A quick look at total missing values reveal the following as Top 3 columns with missing values:
required_car_parking_space
market_segment_type
room_type_reserved
The codes above explored all possible unique values we can find in those columns.
As the values are not dependant upon other variables (e.g. a guest who requires parking space does not indicate he/she prefers Room Type 1 over the others, etc), it is not suitable to replace the missing values with the median, mean, or extrapolated value with the given information.
The following operation will drop rows with missing values.
This takes the total number of rows from 36,275 to 27511 rows, 75.8% of the original amount.
hotels.dropna(inplace=True)
print(hotels)
hotels.shape
1 hidden cell
Next, we look at the number of cancelled vs not cancelled reservations
import seaborn as sns
import matplotlib.pyplot as plt
sns.countplot(x='booking_status', data=hotels)

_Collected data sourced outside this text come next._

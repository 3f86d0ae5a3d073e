"""Window statistics over many series at once: cumulative sums, gathers, heat stress.

Every function takes a block of series ``S`` (sources × time, float64, NaN where no
data), the grid's time steps (:class:`Steps`) and, per row, the source it reads and
its window as a :class:`Spans` (first / last overlapping step and the overlap of the
two edge steps, in days).

Weighting (DESIGN.md §4): with ``duration`` weights a step counts by the number of
days of its cell inside the window; with ``equal`` weights every overlapping step
counts once. Means, std (population form, ddof = 0) and fractions above a threshold
use these weights; ``sum`` adds each step times the fraction of its cell inside the
window (1 for every step under ``equal``); ``degree-days`` integrate
``max(v − T, 0)`` over the days of the window (whole steps under ``equal``);
``min``/``max``/``quantile`` (linear interpolation) take each overlapping step with
data once. Coverage is always the fraction of the window's days with data.

Window means, sums, fractions and degree-days come from cumulative sums over each
series (two look-ups per row); min / max / quantile / DHW maxima gather each row's
steps with one fancy index per window length.
"""

from __future__ import annotations

import warnings
from collections.abc import Callable
from dataclasses import dataclass

import numpy as np

from envlink.extract.calendars import daynum_to_ymd, times_to_daynum

__all__ = [
    "Steps",
    "Spans",
    "row_spans",
    "window_stat",
    "climatology",
    "monthly_climatology",
    "dhw_series",
    "DHW_DAYS",
    "HOTSPOT_MIN",
    "HOTSPOT_TOLERANCE",
]

#: Trailing window of degree heating weeks, days (12 weeks; Liu et al. 2014).
DHW_DAYS = 84
#: HotSpots below this (°C above the MMM) do not accumulate (Liu et al. 2014).
HOTSPOT_MIN = 1.0
#: Float round-off allowance on the HotSpot comparison, °C (float32 storage of SST
#: makes 29.3 − 28.3 come out as 0.9999992).
HOTSPOT_TOLERANCE = 1e-5


@dataclass
class Steps:
    """Time steps of a grid as day numbers: cell ``[t0, t1)`` and start year/month/day."""

    t0: np.ndarray
    t1: np.ndarray
    year: np.ndarray
    month: np.ndarray
    day: np.ndarray

    @property
    def length(self) -> np.ndarray:
        """Length of each step's cell in days."""
        return self.t1 - self.t0

    @property
    def monthly(self) -> bool:
        """True for monthly (or longer) steps."""
        return bool(np.median(self.length) >= 27.0)

    @classmethod
    def from_grid(cls, grid, calendar: str) -> Steps:  # noqa: ANN001
        """Steps of a normalised grid (``time_start`` / ``time_end`` coordinates)."""
        t = grid["time"].values
        t0 = times_to_daynum(grid["time_start"].values if "time_start" in grid.coords else t, calendar)
        if "time_end" in grid.coords:
            t1 = times_to_daynum(grid["time_end"].values, calendar)
        else:
            d = np.diff(t0)
            t1 = t0 + np.append(d, d[-1] if d.size else 1.0)
        y, m, dd = daynum_to_ymd(t0 + 1e-6, calendar)
        return cls(t0, t1, y, m, dd)


@dataclass
class Spans:
    """Per-row window spans over the steps."""

    i0: np.ndarray
    i1: np.ndarray
    ov0: np.ndarray
    ov1: np.ndarray
    days: np.ndarray
    has: np.ndarray


def row_spans(steps: Steps, ws: np.ndarray, we: np.ndarray) -> Spans:
    """First / last step overlapping each window ``[ws, we)`` and the edge overlaps.

    Examples
    --------
    >>> st = Steps(np.array([0., 31.]), np.array([31., 59.]), *(np.ones(2, int),) * 3)
    >>> sp = row_spans(st, np.array([10.0]), np.array([40.0]))
    >>> sp.i0.tolist(), sp.i1.tolist(), sp.ov0.tolist(), sp.ov1.tolist()
    ([0], [1], [21.0], [9.0])
    """
    n = steps.t0.size
    i0 = np.searchsorted(steps.t1, ws, side="right")
    i1 = np.searchsorted(steps.t0, we, side="left") - 1
    has = (i1 >= i0) & (i0 < n) & (i1 >= 0)
    a, b = np.clip(i0, 0, n - 1), np.clip(i1, 0, n - 1)
    ov0 = np.minimum(steps.t1[a], we) - np.maximum(steps.t0[a], ws)
    ov1 = np.minimum(steps.t1[b], we) - np.maximum(steps.t0[b], ws)
    return Spans(a, np.where(has, b, a), np.where(has, ov0, 0.0), np.where(has, ov1, 0.0), we - ws, has)


def _wsum(q: np.ndarray, b: np.ndarray, src: np.ndarray, sp: Spans, e0: np.ndarray, e1: np.ndarray) -> np.ndarray:
    """Σ w q over each row's window: interior steps weighted ``b``, edges ``e0``/``e1``."""
    cum = np.zeros((q.shape[0], q.shape[1] + 1), dtype=np.float64)
    np.cumsum(q * b, axis=1, out=cum[:, 1:])
    i0, i1 = sp.i0, sp.i1
    inner = np.where(i1 > i0 + 1, cum[src, i1] - cum[src, np.minimum(i0 + 1, i1)], 0.0)
    first = e0 * q[src, i0]
    last = np.where(i1 > i0, e1 * q[src, i1], 0.0)
    return np.where(sp.has, inner + first + last, 0.0)


def _gather(S: np.ndarray, src: np.ndarray, sp: Spans, func: Callable[[np.ndarray], np.ndarray]) -> np.ndarray:
    """Apply ``func`` along axis 1 to each row's overlapping steps (grouped by length)."""
    out = np.full(src.size, np.nan)
    n = np.where(sp.has, sp.i1 - sp.i0 + 1, 0)
    for length in np.unique(n[n > 0]):
        rows = np.nonzero(n == length)[0]
        per = max(1, 4_000_000 // int(length))
        for k in range(0, rows.size, per):
            r = rows[k : k + per]
            idx = sp.i0[r, None] + np.arange(length)[None, :]
            with warnings.catch_warnings():
                warnings.simplefilter("ignore", RuntimeWarning)
                out[r] = func(S[src[r, None], idx])
    return out


def window_stat(
    S: np.ndarray,
    steps: Steps,
    src: np.ndarray,
    sp: Spans,
    kind: str,
    *,
    weights: str = "duration",
    q: float | None = None,
    threshold: float | None = None,
) -> tuple[np.ndarray, np.ndarray]:
    """Value and coverage of one statistic for every row.

    Parameters
    ----------
    S : ndarray (sources, time)
        Series, NaN where no data.
    steps : Steps
    src : ndarray of int
        Source (row of ``S``) of each row.
    sp : Spans
        Each row's window over the steps.
    kind : str
        ``mean``, ``min``, ``max``, ``sum``, ``std``, ``quantile``, ``above``,
        ``degree-days`` (``anomaly`` and ``dhw-max`` pass prepared series as ``S``
        with kind ``mean`` / ``max``).
    weights : {"duration", "equal"}
    q, threshold : float, optional

    Returns
    -------
    value, coverage : ndarray
        ``value`` is NaN where the window holds no data.

    Examples
    --------
    >>> st = Steps(np.array([0., 31.]), np.array([31., 59.]), *(np.ones(2, int),) * 3)
    >>> S = np.array([[10.0, 20.0]])
    >>> sp = row_spans(st, np.array([0.0]), np.array([59.0]))
    >>> v, c = window_stat(S, st, np.array([0]), sp, "mean")
    >>> round(float(v[0]), 6), float(c[0])  # (31*10 + 28*20) / 59
    (14.745763, 1.0)
    """
    valid = np.isfinite(S)
    v0 = np.where(valid, S, 0.0)
    vf = valid.astype(np.float64)
    length = steps.length[None, :]
    days_with_data = _wsum(vf, length, src, sp, sp.ov0, sp.ov1)
    cov = days_with_data / np.where(sp.days > 0, sp.days, np.nan)
    if weights == "duration":
        b, e0, e1 = length, sp.ov0, sp.ov1
    else:
        b, e0, e1 = np.ones_like(length), np.ones_like(sp.ov0), np.ones_like(sp.ov1)
    with np.errstate(invalid="ignore", divide="ignore"):
        if kind in ("mean", "std", "above"):
            W = days_with_data if weights == "duration" else _wsum(vf, b, src, sp, e0, e1)
            W = np.where(W > 0, W, np.nan)
            if kind == "mean":
                val = _wsum(v0, b, src, sp, e0, e1) / W
            elif kind == "above":
                val = _wsum((v0 > float(threshold or 0.0)) & valid, b, src, sp, e0, e1) / W
            else:
                with warnings.catch_warnings():
                    warnings.simplefilter("ignore", RuntimeWarning)
                    c = np.nanmean(S, axis=1, keepdims=True)
                d = np.where(valid, S - np.nan_to_num(c), 0.0)
                m1 = _wsum(d, b, src, sp, e0, e1) / W
                m2 = _wsum(d * d, b, src, sp, e0, e1) / W
                var = m2 - m1 * m1
                # Differences of cumulative sums carry round-off of about eps times
                # the running total of d² (weighted) up to the window's last step;
                # a variance below that is zero (a window with one value, or equal
                # values, has std 0 exactly, not ~1e-8 from the square root).
                dd = np.cumsum(d * d * b, axis=1)[src, sp.i1]
                floor = 64.0 * np.finfo(np.float64).eps * (dd + m2 * W) / W
                nvalid = _wsum(vf, np.ones_like(length), src, sp, np.ones_like(sp.ov0), np.ones_like(sp.ov1))
                var = np.where((var <= floor) | (nvalid <= 1), 0.0, var)
                val = np.sqrt(var)
        elif kind == "sum":
            frac0 = sp.ov0 / steps.length[sp.i0]
            frac1 = sp.ov1 / steps.length[sp.i1]
            if weights == "equal":
                frac0, frac1 = np.ones_like(frac0), np.ones_like(frac1)
            val = _wsum(v0, np.ones_like(length), src, sp, frac0, frac1)
            val = np.where(cov > 0, val, np.nan)
        elif kind == "degree-days":
            excess = np.where(valid, np.maximum(S - float(threshold or 0.0), 0.0), 0.0)
            if weights == "duration":
                val = _wsum(excess, length, src, sp, sp.ov0, sp.ov1)
            else:
                val = _wsum(excess, length, src, sp, steps.length[sp.i0], steps.length[sp.i1])
            val = np.where(cov > 0, val, np.nan)
        elif kind == "min":
            val = _gather(S, src, sp, lambda a: np.nanmin(a, axis=1))
        elif kind == "max":
            val = _gather(S, src, sp, lambda a: np.nanmax(a, axis=1))
        elif kind == "quantile":
            qq = float(q or 0.0)
            val = _gather(S, src, sp, lambda a: np.nanquantile(a, qq, axis=1))
        else:
            raise ValueError(f"unknown statistic {kind!r}")
    cov = np.where(sp.has, np.nan_to_num(cov), 0.0)
    return np.asarray(val, dtype=np.float64), cov


def climatology(S: np.ndarray, keys: np.ndarray, nkeys: int, in_base: np.ndarray) -> np.ndarray:
    """Mean of each key (calendar month or day) over the baseline steps, (sources, nkeys).

    Examples
    --------
    >>> S = np.array([[1.0, 2.0, 3.0, np.nan]])
    >>> climatology(S, np.array([0, 1, 0, 1]), 2, np.ones(4, bool)).tolist()
    [[2.0, 2.0]]
    """
    from scipy import sparse

    t = np.nonzero(in_base)[0]
    K = sparse.csr_matrix((np.ones(t.size), (t, keys[t])), shape=(S.shape[1], nkeys))
    valid = np.isfinite(S)
    num = np.asarray(K.T @ np.where(valid, S, 0.0).T).T
    cnt = np.asarray(K.T @ valid.astype(np.float64).T).T
    with np.errstate(invalid="ignore", divide="ignore"):
        return np.where(cnt > 0, num / cnt, np.nan)


def monthly_climatology(S: np.ndarray, steps: Steps, in_base: np.ndarray) -> np.ndarray:
    """Mean over the baseline years of each calendar month's mean, (sources, 12).

    Monthly means are duration-weighted over the steps of each (year, month) with data.
    """
    from scipy import sparse

    t = np.nonzero(in_base)[0]
    if t.size == 0:
        return np.full((S.shape[0], 12), np.nan)
    y0 = int(steps.year[t].min())
    ym = (steps.year[t] - y0) * 12 + steps.month[t] - 1
    nym = int(ym.max()) + 1
    w = steps.length[t]
    K = sparse.csr_matrix((w, (t, ym)), shape=(S.shape[1], nym))
    valid = np.isfinite(S)
    num = np.asarray(K.T @ np.where(valid, S, 0.0).T).T
    cnt = np.asarray(K.T @ valid.astype(np.float64).T).T
    with np.errstate(invalid="ignore", divide="ignore"):
        monthly = np.where(cnt > 0, num / cnt, np.nan)
    pad = (-nym) % 12
    monthly = np.concatenate([monthly, np.full((S.shape[0], pad), np.nan)], axis=1)
    with warnings.catch_warnings():
        warnings.simplefilter("ignore", RuntimeWarning)
        return np.nanmean(monthly.reshape(S.shape[0], -1, 12), axis=1)


def dhw_series(S: np.ndarray, mmm: np.ndarray) -> np.ndarray:
    """Degree heating weeks (°C-weeks) of daily series against each source's MMM.

    HotSpot = SST − MMM; HotSpots of at least 1 °C accumulate over the trailing 84
    days (the day itself and the 83 before), divided by 7 (Liu et al. 2014; Skirving
    et al. 2020). Days without data add nothing and have no DHW value themselves.

    Examples
    --------
    >>> S = np.array([[29.0, 28.8, 30.0]])  # MMM 28: HotSpots 1.0, 0.8, 2.0
    >>> (dhw_series(S, np.array([28.0])) * 7).round(9).tolist()
    [[1.0, 1.0, 3.0]]
    """
    hs = S - np.asarray(mmm, dtype=np.float64)[:, None]
    acc = np.where(np.isfinite(hs) & (hs >= HOTSPOT_MIN - HOTSPOT_TOLERANCE), hs, 0.0)
    cum = np.zeros((S.shape[0], S.shape[1] + 1))
    np.cumsum(acc, axis=1, out=cum[:, 1:])
    t = np.arange(S.shape[1])
    dhw = (cum[:, t + 1] - cum[:, np.maximum(t + 1 - DHW_DAYS, 0)]) / 7.0
    return np.where(np.isfinite(S), dhw, np.nan)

plt.title("Total number of Cancelled vs Not Cancelled Hotel bookings")
booking_count = hotels['booking_status'].value_counts()
print(booking_count)
About one-third of our data contains rows with cancelled reservations.
For context, we use the describe() function to have a statistical view of each column in our dataset.
For example, the average lead time (or no. of days ahead of check-in day) shows 85 days, but the standard deviation is large which indicates a very wide distribution of values. True enough, the median (value at 50%) is 57 days while the maximum recorded is 443 days.
# statistical view of the values
hotels.describe()
We will now focus on the rows with cancelled reservations.
The findings suggest that lead time numbers for cancelled bookings are higher overall, when contrasted against lead time of reservations resulting in no cancellations. We shall see this below.
The median lead time for cancelled reservations is 57 days, while the median for non-cancelled reservations is 38 days.